**** DATA FOR REVIEW ****

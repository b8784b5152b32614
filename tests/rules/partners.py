"""Who is paired with whom, by looking through whole trains: the slow road to a pair rule."""

from __future__ import annotations

import math
from collections.abc import Callable, Sequence

import numpy as np
import pytest

from plastic import Rule, impose

Times = Sequence[float]
#: lags (ms, positive) of the pairs that potentiate and of those that depress
Pairs = tuple[list[float], list[float]]

A_PLUS, A_MINUS, TAU_PLUS, TAU_MINUS = 0.01, 0.02, 20.0, 40.0


def all_to_all(pre: Times, post: Times) -> Pairs:
    """Pair every spike with every other."""
    return [b - a for a in pre for b in post if a < b], [a - b for a in pre for b in post if b < a]


def nearest(pre: Times, post: Times) -> Pairs:
    """Pair a spike with the last one of the other side before it."""
    return last_before(post, pre), last_before(pre, post)


def pre_centred(pre: Times, post: Times) -> Pairs:
    """Pair a presynaptic spike with the postsynaptic ones just before and just after it."""
    after = [min(b for b in post if b > a) - a for a in pre if any(b > a for b in post)]
    return after, last_before(pre, post)


def reduced(pre: Times, post: Times) -> Pairs:
    """Pair a spike with the last one of the other side, if none of its own is in between."""
    return neighbours(post, pre), neighbours(pre, post)


def last_before(these: Times, those: Times) -> list[float]:
    """Return how long ago the last one of `those` was at each of `these` that has one."""
    return [t - max(s for s in those if s < t) for t in these if any(s < t for s in those)]


def neighbours(these: Times, those: Times) -> list[float]:
    """Return how long ago the last one of `those` was, where none of `these` came since."""
    lags = [(t, t - max(s for s in those if s < t)) for t in these if any(s < t for s in those)]
    return [lag for t, lag in lags if not any(t - lag < other < t for other in these)]


def trains(seed: int, rate: float = 40.0, span: float = 400.0) -> tuple[Times, Times]:
    """Return two trains (ms) in which some spikes coincide and one side has runs of its own."""
    draw = np.random.default_rng(seed)
    pre, post = (draw.uniform(0, span, draw.poisson(rate * span / 1000)) for _ in range(2))
    pre = np.union1d(pre, post[::3])
    return pre.tolist(), np.unique(post).tolist()


def up(lag: float) -> float:
    """Return what one pair potentiates at a lag of so many ms, presynaptic first."""
    return A_PLUS * math.exp(-lag / TAU_PLUS)


def down(lag: float) -> float:
    """Return what one pair depresses at a lag of so many ms, postsynaptic first."""
    return A_MINUS * math.exp(-lag / TAU_MINUS)


def expected(pairing: Callable[[Times, Times], Pairs], pre: Times, post: Times) -> float:
    """Return the sum of the window over the pairs of a scheme."""
    after, before = pairing(pre, post)
    return sum(map(up, after)) - sum(map(down, before))


def change(rule: type[Rule], pre: Times, post: Times) -> float:
    """Return what the rule makes of the trains with the window above."""
    given = rule(a_plus=A_PLUS, a_minus=A_MINUS, tau_plus=TAU_PLUS, tau_minus=TAU_MINUS)
    return float(impose(given, pre, post, compiled=False).w[0, -1]) - 1


SCHEMES = {f.__name__: f for f in (all_to_all, nearest, pre_centred, reduced)}


def assert_only_scheme(rule: type[Rule], name: str, seed: int) -> None:
    """Assert that the rule pairs as the scheme `name` says and as no other does."""
    pre, post = trains(seed)
    found = change(rule, pre, post)
    assert found == pytest.approx(expected(SCHEMES[name], pre, post), rel=1e-11, abs=1e-14)
    for other in SCHEMES.keys() - {name}:
        assert abs(found - expected(SCHEMES[other], pre, post)) > 1e-4, other
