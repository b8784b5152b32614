"""Checking: draws examples from declarations, runs laws on them, finds the smallest that fails."""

****

## THE PROBLEM
The entries are to be retyped in full, with no alteration.

## COMPLETED EXERCISE
repository b8784b5152b32614
filename tests/rules/partners.py
"""Who is paired with whom, by looking through whole trains: the slow road to a pair rule."""

from __future__ import annotations

import math
from collections.abc import Callable, Sequence

import numpy as np
import pytest

from plastic import Rule, impose

Times = Sequence[float]
#: lags (ms, positive) of the pairs that potentiate and of those that depress
Pairs = tuple[list[float], list[float]]

A_PLUS, A_MINUS, TAU_PLUS, TAU_MINUS = 0.01, 0.02, 20.0, 40.0


def all_to_all(pre: Times, post: Times) -> Pairs:
    """Pair every spike with every other."""
    return [b - a for a in pre for b in post if a < b], [a - b for a in pre for b in post if b < a]


def nearest(pre: Times, post: Times) -> Pairs:
    """Pair a spike with the last one of the other side before it."""
    return last_before(post, pre), last_before(pre, post)


def pre_centred(pre: Times, post: Times) -> Pairs:
    """Pair a presynaptic spike with the postsynaptic ones just before and just after it."""
    after = [min(b for b in post if b > a) - a for a in pre if any(b > a for b in post)]
    return after, last_before(pre, post)


def reduced(pre: Times, post: Times) -> Pairs:
    """Pair a spike with the last one of the other side, if none of its own is in between."""
    return neighbours(post, pre), neighbours(pre, post)


def last_before(these: Times, those: Times) -> list[float]:
    """Return how long ago the last one of `those` was at each of `these` that has one."""
    return [t - max(s for s in those if s < t) for t in these if any(s < t for s in those)]


def neighbours(these: Times, those: Times) -> list[float]:
    """Return how long ago the last one of `those` was, where none of `these` came since."""
    lags = [(t, t - max(s for s in those if s < t)) for t in these if any(s < t for s in those)]
    return [lag for t, lag in lags if not any(t - lag < other < t for other in these)]


def trains(seed: int, rate: float = 40.0, span: float = 400.0) -> tuple[Times, Times]:
    """Return two trains (ms) in which some spikes coincide and one side has runs of its own."""
    draw = np.random.default_rng(seed)
    pre, post = (draw.uniform(0, span, draw.poisson(rate * span / 1000)) for _ in range(2))
    pre = np.union1d(pre, post[::3])
    return pre.tolist(), np.unique(post).tolist()


def up(lag: float) -> float:
    """Return what one pair potentiates at a lag of so many ms, presynaptic first."""
    return A_PLUS * math.exp(-lag / TAU_PLUS)


def down(lag: float) -> float:
    """Return what one pair depresses at a lag of so many ms, postsynaptic first."""
    return A_MINUS * math.exp(-lag / TAU_MINUS)


def expected(pairing: Callable[[Times, Times], Pairs], pre: Times, post: Times) -> float:
    """Return the sum of the window over the pairs of a scheme."""
    after, before = pairing(pre, post)
    return sum(map(up, after)) - sum(map(down, before))


def change(rule: type[Rule], pre: Times, post: Times) -> float:
    """Return what the rule makes of the trains with the window above."""
    given = rule(a_plus=A_PLUS, a_minus=A_MINUS, tau_plus=TAU_PLUS, tau_minus=TAU_MINUS)
    return float(impose(given, pre, post, compiled=False).w[0, -1]) - 1


SCHEMES = {f.__name__: f for f in (all_to_all, nearest, pre_centred, reduced)}


def assert_only_scheme(rule: type[Rule], name: str, seed: int) -> None:
    """Assert that the rule pairs as the scheme `name` says and as no other does."""
    pre, post = trains(seed)
    found = change(rule, pre, post)
    assert found == pytest.approx(expected(SCHEMES[name], pre, post), rel=1e-11, abs=1e-14)
    for other in SCHEMES.keys() - {name}:
        assert abs(found - expected(SCHEMES[other], pre, post)) > 1e-4, other
repository b8784b5152b32614
"""Checking: draws examples from declarations, runs laws on them, finds the smallest that fails."""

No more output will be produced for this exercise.